YOUR OBJECTIVE — Word for word, restate the entries below from their first line through the line that contains "assert_eq!(a.admit(&scan(0, 6, 101.0), None), Ok(Admitted".

INPUT DATA —

—————

#[cfg(test)]
mod tests {
    use super::*;
    use std::time::Duration;

    fn site(reorder_window: f64, rate: f64) -> Site {
        let mut s = Site::demo(|_| None).unwrap();
        s.tracker.reorder_window = reorder_window;
        s.server.limits.max_batches_per_second = rate;
        s
    }

    fn scan(sensor: usize, tag: u64, time: f64) -> Scan {
        Scan {
            sensor,
            time,
            tag,
            detections: Vec::new(),
        }
    }

    #[test]
    fn admission_counts_gaps_and_refuses_repeats_and_late_scans() {
        let mut a = Admission::new(&site(0.0, 50.0), false);
        assert_eq!(a.admit(&scan(0, 5, 100.0), None), Ok(Admitted { gap: 0 }));
        assert_eq!(a.admit(&scan(0, 6, 101.0), None), Ok(Admitted { gap: 0 }));
        assert_eq!(a.admit(&scan(0, 9, 102.0), None), Ok(Admitted { gap: 2 }));
        let r = a.admit(&scan(0, 9, 103.0), None).unwrap_err();
        assert_eq!(
            (r.code, r.seq, r.sensor),
            (Code::DuplicateSeq, Some(9), Some(0))
        );
        assert!(r.message.contains("last accepted seq 9"), "{}", r.message);
        // Another sensor has its own sequence but shares the site's clock.
        let r = a.admit(&scan(1, 1, 101.5), None).unwrap_err();
        assert_eq!(r.code, Code::LateScan);
        assert!(r.message.contains("0.500 s older"), "{}", r.message);
        assert_eq!(a.admit(&scan(1, 1, 102.0), None), Ok(Admitted { gap: 0 }));
        assert_eq!(a.gate(0).last_seq, Some(9));
        assert_eq!(a.gate(1).last_time, Some(102.0));
    }

    #[test]
    fn reorder_window_admits_slightly_old_scans() {
        let mut a = Admission::new(&site(2.0, 50.0), false);
        a.admit(&scan(0, 1, 100.0), None).unwrap();
        assert!(a.admit(&scan(1, 1, 98.5), None).is_ok());
        assert_eq!(
            a.admit(&scan(1, 1, 99.0), None).unwrap_err().code,
            Code::DuplicateSeq
        );
        assert_eq!(
            a.admit(&scan(1, 3, 97.9), None).unwrap_err().code,
            Code::LateScan
        );
    }

    #[test]
    fn rate_limit_is_a_one_second_token_bucket() {
        // 4 batches/s: a burst of 4, then one more per 250 ms of (given, not measured) time.
        let mut a = Admission::new(&site(0.0, 4.0), true);
        let t0 = Instant::now();
        for k in 1..=4 {
            assert!(a.admit(&scan(0, k, k as f64), Some(t0)).is_ok());
        }
        let r = a.admit(&scan(0, 5, 5.0), Some(t0)).unwrap_err();
        assert_eq!(r.code, Code::RateLimited);
        let later = t0 + Duration::from_millis(260);
        assert!(a.admit(&scan(0, 6, 6.0), Some(later)).is_ok());
        assert_eq!(
            a.admit(&scan(0, 7, 7.0), Some(later)).unwrap_err().code,
            Code::RateLimited
        );
        // Without a clock (the batch run) there is no limit.
        let mut b = Admission::new(&site(0.0, 4.0), true);
        for k in 1..=10 {
            assert!(b.admit(&scan(0, k, k as f64), None).is_ok());
        }
    }

    fn recording() -> String {
        let mut s = String::new();
        for k in 0..30u64 {
            let t = 1_764_600_000.0 + k as f64;
            s.push_str(&format!(
                "{{\"sensor\":\"north-mole-camera\",\"seq\":{},\"time\":{t},\"detections\":[{{\"x\":{},\"y\":1000.0}},{{\"x\":-300.0,\"y\":{}}}]}}\n",
                k + 1,
                5.0 * k as f64,
                1500.0 - 4.0 * k as f64
            ));
        }
        s
    }

    #[test]
    fn batch_run_is_byte_for_byte_repeatable() {
        let site = site(0.0, 50.0);
        let run = || {
            let (mut out, mut report) = (Vec::new(), Vec::new());
            let s = run_batch(&site, recording().as_bytes(), &mut out, &mut report).unwrap();
            (s, out, report)
        };
        let (s1, o1, r1) = run();
        let (s2, o2, r2) = run();
        assert_eq!((s1, &o1, &r1), (s2, &o2, &r2));
        assert_eq!(s1.frames, 30);
        assert!(r1.is_empty());
        let last: serde_json::Value =
            serde_json::from_str(std::str::from_utf8(&o1).unwrap().lines().last().unwrap())
                .unwrap();
        assert_eq!(last["tracks"].as_array().unwrap().len(), 2, "{last}");
    }

    #[test]
    fn reorder_window_frames_come_out_in_time_order_and_flush_releases_the_rest() {
        // Lines out of time order across sensors, within a 3 s window.
        let lines = [
            (0, 1, 10.0),
            (1, 1, 11.0),
            (0, 2, 12.5),
            (1, 2, 10.5),
            (0, 3, 14.0),
        ];
        let site = site(3.0, 50.0);
        let mut text = String::new();
        for (sensor, seq, t) in lines {
            let (id, det) = if sensor == 0 {
                ("kestrel-radar", "{\"range\":1500.0,\"bearing\":10.0}")
            } else {
                ("north-mole-camera", "{\"x\":260.0,\"y\":1480.0}")
            };
            text.push_str(&format!(
                "{{\"sensor\":\"{id}\",\"seq\":{seq},\"time\":{t},\"detections\":[{det}]}}\n"
            ));
        }
        let (mut out, mut report) = (Vec::new(), Vec::new());
        let s = run_batch(&site, text.as_bytes(), &mut out, &mut report).unwrap();
        assert_eq!(s.frames, 5, "{}", String::from_utf8_lossy(&report));
        let times: Vec<f64> = std::str::from_utf8(&out)
            .unwrap()
            .lines()
            .map(|l| {
                serde_json::from_str::<serde_json::Value>(l).unwrap()["time"]
                    .as_f64()
                    .unwrap()
            })
            .collect();
        assert_eq!(times, [10.0, 10.5, 11.0, 12.5, 14.0]);
    }
}
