impl AppState {
    /// Build the engine of `site` and start its thread.
    pub fn new(site: Site) -> Result<Self, Error> {
        let ids = site.sensor_ids();
        let metrics = Arc::new(Metrics::new(&ids));
        let mut engine = Engine::new(&site, metrics.clone())?;
        let mut admission = Admission::new(&site, true);
        // Restore before the recorder starts: its new file sorts after every file read here.
        let mut last_frame = None;
        let restored =
            crate::snapshot::restore(&site, &mut engine, &mut admission, &mut |p, j| {
                last_frame = Some((p, j.to_string()));
            })?;
        metrics
            .snapshot
            .restored_batches
            .set(restored.replayed as i64);
        let recorder = site
            .server
            .recording
            .clone()
            .map(|c| crate::record::Recorder::start_metered(c, metrics.recording.clone()))
            .transpose()?;
        let snapshotter = site
            .server
            .snapshot
            .as_ref()
            .map(|c| {
                crate::snapshot::Snapshotter::start(
                    &site,
                    c,
                    recorder.as_ref().map(|r| r.current_file_handle()),
                    &restored,
                    metrics.snapshot.clone(),
                )
            })
            .transpose()?;
        let hub = Hub::new(&engine, site.server.limits.frame_buffer);
        if let Some((picture, json)) = last_frame {
            hub.publish(picture, &json);
        }
        let (tx, rx) = mpsc::channel(site.server.limits.queue_depth.max(1));
        let thread = spawn_engine(engine, rx, hub.clone(), snapshotter)
            .map_err(|e| Error::io("cannot start the engine thread", e))?;
        Ok(AppState(Arc::new(Shared {
            admission: tokio::sync::Mutex::new(admission),
            limits: DecodeLimits {
                max_detections: site.server.limits.max_detections,
            },
            site: Arc::new(site),
            ids,
            metrics,
            engine_tx: Mutex::new(Some(tx)),
            hub,
            cancel: CancellationToken::new(),
            producers: TaskTracker::new(),
            consumers: TaskTracker::new(),
            open_connections: AtomicUsize::new(0),
            next_connection: AtomicU64::new(1),
            engine_thread: Mutex::new(Some(thread)),
            recorder,
        })))
    }

    /// The site being served.
    pub fn site(&self) -> &Site {
        &self.0.site
    }

    /// The metrics.
    pub fn metrics(&self) -> &Metrics {
        &self.0.metrics
    }

    /// The token that cancels everything (shutdown).
    pub fn cancel_token(&self) -> CancellationToken {
        self.0.cancel.clone()
    }

    pub(crate) fn sender(&self) -> Option<mpsc::Sender<Input>> {
        self.0
            .engine_tx
            .lock()
            .unwrap_or_else(std::sync::PoisonError::into_inner)
            .clone()
    }

    fn close_engine_input(&self) {
        self.0
            .engine_tx
            .lock()
            .unwrap_or_else(std::sync::PoisonError::into_inner)
            .take();
    }

    /// The metric label of sensor `index` (or `_unknown`).
    pub(crate) fn label(&self, index: Option<usize>) -> &str {
        index
            .and_then(|i| self.0.ids.get(i))
            .map_or(UNKNOWN_SENSOR_LABEL, String::as_str)
    }

    /// Count a rejection in the metrics.
    pub(crate) fn count_rejection(&self, r: &Rejection) {
        self.0.metrics.count_rejection(self.label(r.sensor), r.code);
    }

    /// Admit `scan` and queue it for the engine (waiting for room when the queue is full).
    /// `Ok` means the batch is accepted and may be acknowledged.
    pub async fn submit(&self, scan: Scan, received: Instant) -> Result<(), Rejection> {
        self.submit_recorded(scan, received, None).await
    }

    /// [`AppState::submit`], and where recording is on, record `text` (the batch as received)
    /// and return only once it is written per `server.recording.sync`. The line is queued in
    /// admission order, the order the engine sees. If writing fails the batch has been used
    /// but is refused `internal` (not acknowledged), so the sensor knows it is not on record.
    pub async fn submit_recorded(
        &self,
        scan: Scan,
        received: Instant,
        text: Option<&str>,
    ) -> Result<(), Rejection> {
        let shutting_down = |seq: u64| {
            Rejection::new(
                Code::ShuttingDown,
                Some(seq),
                format!("batch seq {seq}: the service is shutting down; batch not used"),
            )
        };
        let (sensor, seq, n) = (scan.sensor, scan.tag, scan.detections.len());
        let Some(tx) = self.sender() else {
            return Err(shutting_down(seq));
        };
        let (gap, written) = {
            let mut admission = self.0.admission.lock().await;
            let admitted = admission.admit(&scan, Some(received))?;
            tx.send(Input::Scan { scan, received })
                .await
                .map_err(|_| shutting_down(seq))?;
            // Queued under the same lock as the engine input: file order is engine order.
            let written = match (&self.0.recorder, text) {
                (Some(r), Some(t)) => Some(r.append(t, crate::record::unix_now())),
                _ => None,
            };
            (admitted.gap, written)
        };
        if let Some(w) = written {
            let failed = match w.await {
                Ok(Ok(())) => None,
                Ok(Err(msg)) => Some(msg),
                Err(_) => Some("the recorder has stopped".to_string()),
            };
            if let Some(msg) = failed {
                return Err(Rejection::new(
                    Code::Internal,
                    Some(seq),
                    format!("batch seq {seq}: used but not recorded ({msg}); not acknowledged"),
                )
                .for_sensor(sensor));
            }
        }
        let m = &self.0.metrics;
        let l = metrics::sensor(&self.0.ids[sensor]);
        m.batches_acked.get_or_create(&l).inc();
        m.detections.get_or_create(&l).inc_by(n as u64);
        if gap > 0 {
            m.seq_gaps.get_or_create(&l).inc_by(gap);
            tracing::info!(sensor = %self.0.ids[sensor], seq, missing = gap, "sequence gap");
        }
        m.queue_depth
            .set((tx.max_capacity() - tx.capacity()) as i64);
        Ok(())
    }

    /// Reserve one WebSocket connection slot, or refuse at `max_connections`.
    pub(crate) fn open_connection(
        &self,
        endpoint: &'static str,
    ) -> Result<ConnectionSlot, Rejection> {
        let max = self.0.site.server.limits.max_connections;
        let before = self.0.open_connections.fetch_add(1, Ordering::SeqCst);
        if before >= max {
            self.0.open_connections.fetch_sub(1, Ordering::SeqCst);
            self.0.metrics.connections_refused.inc();
            return Err(Rejection::new(
                Code::TooManyConnections,
                None,
                format!(
                    "{max} WebSocket connections are open, the limit server.limits.max_connections; try again later"
                ),
            ));
        }
        self.0
            .metrics
            .connections
            .get_or_create(&EndpointLabels {
                endpoint: endpoint.into(),
            })
            .inc();
        Ok(ConnectionSlot {
            state: self.clone(),
            endpoint,
            id: self.0.next_connection.fetch_add(1, Ordering::Relaxed),
        })
    }
}
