void TaskPool::work() {
  long seen = 0;
  for (;;) {
    bool ready = false;
    for (int i = 0; i < kSpins && !ready; ++i) ready = quit_.load() || generation_.load() != seen;
    if (!ready) {
      std::unique_lock<std::mutex> lock(mutex_);
      wake_.wait(lock, [&] { return quit_.load() || generation_.load() != seen; });
    }
    if (quit_.load()) return;
    seen = generation_.load();
    drain();
    if (busy_.fetch_sub(1) == 1) {
      std::lock_guard<std::mutex> lock(mutex_);
      done_.notify_one();
    }
  }
}

void TaskPool::run(int n, const std::function<void(int)>& task) {
  if (workers_.empty() || n <= 1) {
    for (int i = 0; i < n; ++i) task(i);
    return;
  }
  {
    std::lock_guard<std::mutex> lock(mutex_);
    task_ = &task;
    count_ = n;
    next_.store(0);
    busy_.store(static_cast<int>(workers_.size()));
    generation_.fetch_add(1);
  }
  wake_.notify_all();
  drain();
  for (int i = 0; i < kSpins; ++i)
    if (busy_.load() == 0) return;
  std::unique_lock<std::mutex> lock(mutex_);
  done_.wait(lock, [&] { return busy_.load() == 0; });
}

namespace {

// Splits x(begin..end) into monotone runs with hysteresis `tol`: a reversal counts once x has come
// back more than tol from the running extreme. starts[k] is the first index of run k; consecutive
// runs share their turning point.
template <typename F>
void split_runs(std::size_t begin, std::size_t end, F x, double tol, std::vector<std::size_t>& starts) {
  starts.clear();
  starts.push_back(begin);
  int dir = 0;
  std::size_t extreme = begin;
  for (std::size_t j = begin + 1; j <= end; ++j) {
    const double d = value_of(x(j)) - value_of(x(extreme));
    if (dir == 0) {
      if (std::abs(d) > tol) {
        dir = d > 0 ? 1 : -1;
        extreme = j;
      }
    } else if (d * dir >= 0.0) {
      extreme = j;
    } else if (std::abs(d) > tol) {
      starts.push_back(extreme);
      dir = -dir;
      extreme = j;
    }
  }
}

// Interpolates y at xi on the records [a, b] from `cursor` on; false when no segment contains xi.
// T: double, or Dual (the segment is chosen on the values; the interpolation carries derivatives).
template <typename T, typename FX, typename FY>
bool bracket(std::size_t& cursor, std::size_t b, double xi, FX X, FY Y, T& out) {
  T xa = X(cursor);
  for (std::size_t j = cursor; j < b; ++j) {
    const T xb = X(j + 1);
    const double va = value_of(xa), vb = value_of(xb);
    if ((va <= xi && xi <= vb) || (vb <= xi && xi <= va)) {
      const T t = vb == va ? T(0.0) : T((xi - xa) / (xb - xa));
      const T ya = Y(j);
      out = ya + t * (Y(j + 1) - ya);
      cursor = j;
      return true;
    }
    xa = xb;
  }
  return false;
}

template <typename FX, typename FY>
auto nearest(std::size_t a, std::size_t b, double xi, FX X, FY Y) {
  std::size_t best = a;
  double distance = std::numeric_limits<double>::infinity();
  for (std::size_t j = a; j <= b; ++j) {
    const double d = std::abs(value_of(X(j)) - xi);
    if (d < distance) {
      distance = d;
      best = j;
    }
  }
  return Y(best);
}

}  // namespace

// ---------------------------------------------------------------------------------------------
// Prepared problem

double Prepared::to_physical(int k, double u) const {
  u = std::clamp(u, 0.0, 1.0);
  const auto i = static_cast<std::size_t>(k);
  if (scale[i] == ParameterScale::log) return std::exp(std::log(lower[i]) + u * (std::log(upper[i]) - std::log(lower[i])));
  return lower[i] + u * (upper[i] - lower[i]);
}

double Prepared::to_unit(int k, double value) const {
  const auto i = static_cast<std::size_t>(k);
  if (scale[i] == ParameterScale::log)
    return (std::log(value) - std::log(lower[i])) / (std::log(upper[i]) - std::log(lower[i]));
  return (value - lower[i]) / (upper[i] - lower[i]);
}

double Prepared::slope(int k, double value) const {
  const auto i = static_cast<std::size_t>(k);
  if (scale[i] == ParameterScale::log) return value * (std::log(upper[i]) - std::log(lower[i]));
  return upper[i] - lower[i];
}

ParameterValues Prepared::values(const std::vector<double>& unit) const {
  ParameterValues v = fixed;
  for (std::size_t k = 0; k < free.size(); ++k) v[static_cast<std::size_t>(free[k])] = to_physical(static_cast<int>(k), unit[k]);
  for (const auto& [index, e] : ties) v[static_cast<std::size_t>(index)] = e.evaluate(v);
  return v;
}

double Prepared::violation(const ParameterValues& v) const {
  double worst = -std::numeric_limits<double>::infinity();
  for (const Inequality& q : constraints) {
    const double g = q.violation(v);
    const double size = std::abs(q.lhs.evaluate(v)) + std::abs(q.rhs.evaluate(v)) + 1e-12;
    worst = std::max(worst, g / size);
  }
  return worst;
}

namespace {

std::string test_where(std::size_t i, const CalibrationTest& t) {
  return detail::KeyPath("tests")[i].str() + (t.id.empty() ? "" : " (" + t.id + ")");
}

// Normalisation floor where a curve is nearly flat (e.g. excess pore pressure in a drained test):
// 1 kPa for stresses, 1e-4 for strains (lab resolution), 0.01 for void and stress ratios.
double range_floor(Quantity q) {
  if (is_strain(q)) return 1e-4;
  if (q == Quantity::void_ratio || q == Quantity::stress_ratio) return 1e-2;
  return 1.0;
}

}  // namespace
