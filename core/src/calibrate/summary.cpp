#include <cmath>
#include <cstdio>
#include <sstream>

#include "triaxcal/calibrate.hpp"
#include "triaxcal/parameters.hpp"

namespace triaxcal {

namespace {

std::string fmt(const char* format, double v) {
  char b[64];
  std::snprintf(b, sizeof b, format, v);
  return b;
}

std::string value_text(double v) { return std::isnan(v) ? "-" : format_number(v); }

std::string parameter_line(const FittedParameter& p) {
  // A dimensionless parameter has no unit after its value (never "-").
  std::string line = "  " + p.name + " = " + format_number(p.value) + (p.unit.empty() || p.unit == "-" ? "" : " " + p.unit);
  if (p.status == ParameterStatus::free) {
    if (std::isinf(p.standard_error)) {
      line += "  (not determined)";
    } else if (!std::isnan(p.standard_error)) {
      line += "  +/- " + format_number(p.standard_error) + "  95 % [" + format_number(p.interval_low) + ", " +
              format_number(p.interval_high) + "]";
    }
    if (p.at_bound) line += "  AT BOUND";
  } else if (p.status == ParameterStatus::tied) {
    line += "  (tied: " + p.expression + ")";
  } else {
    line += "  (fixed)";
  }
  return line;
}

}  // namespace

std::string to_string(CalibrationOutcome outcome) {
  switch (outcome) {
    case CalibrationOutcome::converged: return "converged";
    case CalibrationOutcome::stopped: return "stopped";
    case CalibrationOutcome::poor_fit: return "poor_fit";
    case CalibrationOutcome::failed: return "failed";
  }
  return "failed";
}

std::string explain(CalibrationOutcome outcome) {
  switch (outcome) {
    case CalibrationOutcome::converged:
      return "the optimiser converged and the model follows every used curve (R^2 at or above the threshold)";
    case CalibrationOutcome::stopped:
      return "the optimiser stopped before it converged (a budget, the time limit or a stop request); the parameters "
             "are the best found so far";
    case CalibrationOutcome::poor_fit:
      return "the model does not follow at least one used curve (R^2 below the threshold); review the curves named "
             "before using the parameters";
    case CalibrationOutcome::failed:
      return "no usable parameter set: every evaluation failed or was penalised";
  }
  return "no usable parameter set";
}

bool parse_outcome(const std::string& text, CalibrationOutcome& outcome) {
  for (CalibrationOutcome o : {CalibrationOutcome::converged, CalibrationOutcome::stopped, CalibrationOutcome::poor_fit,
                               CalibrationOutcome::failed})
    if (text == to_string(o)) {
      outcome = o;
      return true;
    }
  return false;
}

std::string CalibrationSummary::outcome_line() const {
  return to_string(outcome) + (outcome_reason.empty() ? std::string() : ": " + outcome_reason);
}

namespace {
// "; 2 of the 11 could not simulate their start and ended there" (nothing when none failed).
std::string starts_text(int failed, int runs) {
  if (failed == 0) return std::string();
  return "; " + std::to_string(failed) + " of the " + std::to_string(runs) +
         (failed == 1 ? " could not simulate its start" : " could not simulate their start") + " and ended there";
}
}  // namespace

std::string CalibrationSummary::brief() const {
  std::ostringstream s;
  s << "calibration of " << model << ": " << to_string(outcome) << ", objective " << format_number(objective)
    << ", " << evaluations << " evaluations (" << failed_simulations << " failed simulations), "
    << fmt("%.2f", wall_time) << " s on " << threads << (threads == 1 ? " thread\n" : " threads\n");
  if (!outcome_reason.empty()) s << "  " << outcome_reason << "\n";
  for (std::size_t k = 0; k < fit_stages.size(); ++k) s << "  " << fit_stages[k].line(k, fit_stages.size()) << "\n";
  if (!uncertainty_basis.empty()) s << "  intervals: " << uncertainty_basis << "\n";
  if (local_runs > 1)
    s << "  " << starts_at_best << " of " << local_runs << " local runs reached the best objective (within "
      << "same_optimum_tolerance)" << starts_text(failed_starts, local_runs) << "\n";
  for (const FittedParameter& p : parameters)
    if (p.status != ParameterStatus::fixed) s << parameter_line(p) << "\n";
  double worst = 0.0;
  std::string worst_name;
  for (const TestFit& t : tests)
    for (const CurveFit& c : t.curves)
      if (!std::isnan(c.rmse) && c.range > 0.0 && c.rmse / c.range >= worst) {
        worst = c.rmse / c.range;
        worst_name = t.id + " " + to_string(c.y) + (c.shear_stage > 0 ? " (stage " + std::to_string(c.shear_stage) + ")" : "") +
                     ", R^2 " + (std::isnan(c.r_squared) ? std::string("-") : fmt("%.3f", c.r_squared));
      }
  if (!worst_name.empty()) s << "  worst curve: " << worst_name << ", RMSE " << fmt("%.2f", 100.0 * worst) << " % of its range\n";
  // The warnings themselves are in full() and the report.
  if (!warnings.empty())
    s << "  " << warnings.size() << (warnings.size() == 1 ? " warning" : " warnings") << " (listed in the full summary)\n";
  return s.str();
}

std::string CalibrationSummary::full() const {
  std::ostringstream s;
  s << "Calibration of " << model << "\n";
  s << "  outcome: " << outcome_line() << "\n";
  s << "  termination: " << to_string(termination) << ": " << message << "\n";
  for (std::size_t k = 0; k < fit_stages.size(); ++k) {
    const FitStageSummary& f = fit_stages[k];
    s << "  " << f.line(k, fit_stages.size()) << "\n";
    if (f.run) s << "      " << to_string(f.outcome) << ": " << f.outcome_reason << "\n";
  }
  if (!uncertainty_basis.empty()) s << "  intervals: " << uncertainty_basis << "\n";
  s << "  objective: " << format_number(objective) << " (start " << format_number(start_objective) << ")\n";
  s << "  evaluations: " << evaluations << " (design " << design_evaluations << ", global " << global_evaluations
    << ", local " << local_evaluations << " in " << local_runs << (local_runs == 1 ? " run" : " runs") << "), "
    << jacobian_evaluations << " for the Jacobian; " << failed_simulations << " failed test simulations";
  if (work_limited_simulations > 0)
    s << " (" << work_limited_simulations << " ended by the work limit, max_substeps_per_record)";
  s << "\n";
  if (exact_jacobians + difference_jacobians > 0) {
    s << "  Jacobians: " << exact_jacobians << " exact (the model's derivative version along the substeps)";
    if (difference_jacobians > 0) s << ", " << difference_jacobians << " by finite differences on frozen substeps";
    s << "\n";
  }
  if (local_runs > 1)
    s << "  local runs reaching the best objective: " << starts_at_best << " of " << local_runs << starts_text(failed_starts, local_runs)
      << "\n";
  s << "  wall time: " << fmt("%.3f", wall_time) << " s on " << threads << " threads ("
    << fmt("%.0f", wall_time > 0.0 ? static_cast<double>(evaluations + jacobian_evaluations) / wall_time : 0.0)
    << " evaluations/s)\n";
  s << "  algorithms used: global " << global_algorithm << ", local " << local_algorithm << ", loss " << loss << "\n";
  s << "\nOptions as asked:\n";
  std::istringstream lines(options_text);
  for (std::string line; std::getline(lines, line);) s << "  " << line << "\n";

  s << "\nParameters (asked -> found):\n";
  for (const FittedParameter& p : parameters) {
    s << parameter_line(p) << "\n";
    if (p.status == ParameterStatus::free)
      s << "      start " << format_number(p.start) << ", bounds [" << format_number(p.lower) << ", "
        << format_number(p.upper) << "]\n";
  }
  if (correlation.size() > 0) {
    s << "\nCorrelation of the free parameters:\n  " << std::string(22, ' ');
    for (std::size_t j = 0; j < free_names.size(); ++j) {
      std::string head = "[" + std::to_string(j + 1) + "]";
      s << std::string(head.size() < 7 ? 7 - head.size() : 0, ' ') << head << " ";
    }
    s << "\n";
    for (Eigen::Index i = 0; i < correlation.rows(); ++i) {
      std::string name = "[" + std::to_string(i + 1) + "] " + free_names[static_cast<std::size_t>(i)];
      name.resize(22, ' ');
      s << "  " << name;
      for (Eigen::Index j = 0; j < correlation.cols(); ++j)
        s << (std::isnan(correlation(i, j)) ? std::string("     -  ") : fmt("%7.3f ", correlation(i, j)));
      s << "\n";
    }
  }
  s << "\nFit per test and curve (RMSE in the curve's unit):\n";
  for (const TestFit& t : tests) {
    s << "  " << t.id << ": " << (t.simulated ? "simulated" : "FAILED: " + t.message) << ", objective share "
      << format_number(t.objective) << "\n";
    for (const CurveFit& c : t.curves)
      s << "    " << to_string(c.y) << " vs " << to_string(c.x)
        << (c.shear_stage > 0 ? " (stage " + std::to_string(c.shear_stage) + ")" : "") << ": " << c.points << " points, RMSE "
        << value_text(c.rmse) << " " << unit_of(c.y) << " ("
        << (std::isnan(c.rmse) ? std::string("-") : fmt("%.2f", 100.0 * c.rmse / c.range)) << " % of range "
        << format_number(c.range) << "), R^2 " << (std::isnan(c.r_squared) ? std::string("-") : fmt("%.4f", c.r_squared))
        << (c.poor ? "  POOR FIT" : "") << (c.used ? "" : "  (weight 0: not used)") << "\n";
  }
  s << "\nWarnings:" << (warnings.empty() ? " none\n" : "\n");
  for (const std::string& w : warnings) s << "  - " << w << "\n";
  return s.str();
}

}  // namespace triaxcal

—————

WRITTEN SOLUTION —
#[cfg(test)]
mod tests {
    use super::*;
    use std::time::Duration;

    fn site(reorder_window: f64, rate: f64) -> Site {
        let mut s = Site::demo(|_| None).unwrap();
        s.tracker.reorder_window = reorder_window;
        s.server.limits.max_batches_per_second = rate;
        s
    }

    fn scan(sensor: usize, tag: u64, time: f64) -> Scan {
        Scan {
            sensor,
            time,
            tag,
            detections: Vec::new(),
        }
    }

    #[test]
    fn admission_counts_gaps_and_refuses_repeats_and_late_scans() {
        let mut a = Admission::new(&site(0.0, 50.0), false);
        assert_eq!(a.admit(&scan(0, 5, 100.0), None), Ok(Admitted { gap: 0 }));
        assert_eq!(a.admit(&scan(0, 6, 101.0), None), Ok(Admitted { gap: 0 }));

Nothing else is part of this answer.